EXERCISE AIM - From the listing that follows, extract every line and set it down unaltered.
☆ ☆ ☆ ☆ ☆ ☆ ☆
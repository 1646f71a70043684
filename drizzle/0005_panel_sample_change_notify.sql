-- Marker panels and samples join the announcements of 0004: web processes remember a study's panel and a
-- sample's study (src/lib/auth/accessCache.ts) and forget them when a row changes.
CREATE OR REPLACE FUNCTION heightlight_announce_access_change() RETURNS trigger AS $$
BEGIN
  IF TG_TABLE_NAME = 'users' THEN
    PERFORM pg_notify('heightlight_access', 'user:' || COALESCE(NEW.id, OLD.id)::text);
  ELSIF TG_TABLE_NAME = 'study_members' THEN
    PERFORM pg_notify('heightlight_access', 'member:' || COALESCE(NEW.study_id, OLD.study_id)::text || ':' || COALESCE(NEW.user_id, OLD.user_id)::text);
  ELSIF TG_TABLE_NAME = 'marker_channels' THEN
    PERFORM pg_notify('heightlight_access', 'panel:' || COALESCE(NEW.study_id, OLD.study_id)::text);
  ELSIF TG_TABLE_NAME = 'samples' THEN
    PERFORM pg_notify('heightlight_access', 'sample:' || COALESCE(NEW.id, OLD.id)::text);
  END IF;
  RETURN NULL;
END;
$$ LANGUAGE plpgsql;--> statement-breakpoint
CREATE TRIGGER marker_channels_announce_access_change AFTER INSERT OR UPDATE OR DELETE ON marker_channels
  FOR EACH ROW EXECUTE FUNCTION heightlight_announce_access_change();--> statement-breakpoint
CREATE TRIGGER samples_announce_access_change AFTER UPDATE OR DELETE ON samples
  FOR EACH ROW EXECUTE FUNCTION heightlight_announce_access_change();
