-- Every change to who a person is (users) or what they may do in a study (study_members) is announced
-- on the channel heightlight_access, whoever makes it (the app, a script, psql). Web processes keep a
-- short-lived memory of these rows (src/lib/auth/accessCache.ts) and forget the named entries at once.
CREATE OR REPLACE FUNCTION heightlight_announce_access_change() RETURNS trigger AS $$
BEGIN
  IF TG_TABLE_NAME = 'users' THEN
    PERFORM pg_notify('heightlight_access', 'user:' || COALESCE(NEW.id, OLD.id)::text);
  ELSE
    PERFORM pg_notify('heightlight_access', 'member:' || COALESCE(NEW.study_id, OLD.study_id)::text || ':' || COALESCE(NEW.user_id, OLD.user_id)::text);
  END IF;
  RETURN NULL;
END;
$$ LANGUAGE plpgsql;--> statement-breakpoint
CREATE TRIGGER users_announce_access_change AFTER UPDATE OR DELETE ON users
  FOR EACH ROW EXECUTE FUNCTION heightlight_announce_access_change();--> statement-breakpoint
CREATE TRIGGER study_members_announce_access_change AFTER INSERT OR UPDATE OR DELETE ON study_members
  FOR EACH ROW EXECUTE FUNCTION heightlight_announce_access_change();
☆ ☆ ☆ ☆ ☆ ☆ ☆
SOLUTION TO THIS TASK -
repository 1646f71a70043684
filename drizzle/0005_panel_sample_change_notify.sql
-- Marker panels and samples join the announcements of 0004: web processes remember a study's panel and a
-- sample's study (src/lib/auth/accessCache.ts) and forget them when a row changes.
CREATE OR REPLACE FUNCTION heightlight_announce_access_change() RETURNS trigger AS $$
BEGIN
  IF TG_TABLE_NAME = 'users' THEN
    PERFORM pg_notify('heightlight_access', 'user:' || COALESCE(NEW.id, OLD.id)::text);
  ELSIF TG_TABLE_NAME = 'study_members' THEN
    PERFORM pg_notify('heightlight_access', 'member:' || COALESCE(NEW.study_id, OLD.study_id)::text || ':' || COALESCE(NEW.user_id, OLD.user_id)::text);
  ELSIF TG_TABLE_NAME = 'marker_channels' THEN
    PERFORM pg_notify('heightlight_access', 'panel:' || COALESCE(NEW.study_id, OLD.study_id)::text);
  ELSIF TG_TABLE_NAME = 'samples' THEN
    PERFORM pg_notify('heightlight_access', 'sample:' || COALESCE(NEW.id, OLD.id)::text);
  END IF;
  RETURN NULL;
END;
$$ LANGUAGE plpgsql;--> statement-breakpoint
CREATE TRIGGER marker_channels_announce_access_change AFTER INSERT OR UPDATE OR DELETE ON marker_channels
  FOR EACH ROW EXECUTE FUNCTION heightlight_announce_access_change();--> statement-breakpoint
CREATE TRIGGER samples_announce_access_change AFTER UPDATE OR DELETE ON samples
  FOR EACH ROW EXECUTE FUNCTION heightlight_announce_access_change();
-- Every change to who a person is (users) or what they may do in a study (study_members) is announced
-- on the channel heightlight_access, whoever makes it (the app, a script, psql). Web processes keep a
-- short-lived memory of these rows (src/lib/auth/accessCache.ts) and forget the named entries at once.
CREATE OR REPLACE FUNCTION heightlight_announce_access_change() RETURNS trigger AS $$
BEGIN
  IF TG_TABLE_NAME = 'users' THEN
    PERFORM pg_notify('heightlight_access', 'user:' || COALESCE(NEW.id, OLD.id)::text);
  ELSE
    PERFORM pg_notify('heightlight_access', 'member:' || COALESCE(NEW.study_id, OLD.study_id)::text || ':' || COALESCE(NEW.user_id, OLD.user_id)::text);
  END IF;
  RETURN NULL;
END;
$$ LANGUAGE plpgsql;--> statement-breakpoint
CREATE TRIGGER users_announce_access_change AFTER UPDATE OR DELETE ON users
  FOR EACH ROW EXECUTE FUNCTION heightlight_announce_access_change();--> statement-breakpoint
CREATE TRIGGER study_members_announce_access_change AFTER INSERT OR UPDATE OR DELETE ON study_members
  FOR EACH ROW EXECUTE FUNCTION heightlight_announce_access_change();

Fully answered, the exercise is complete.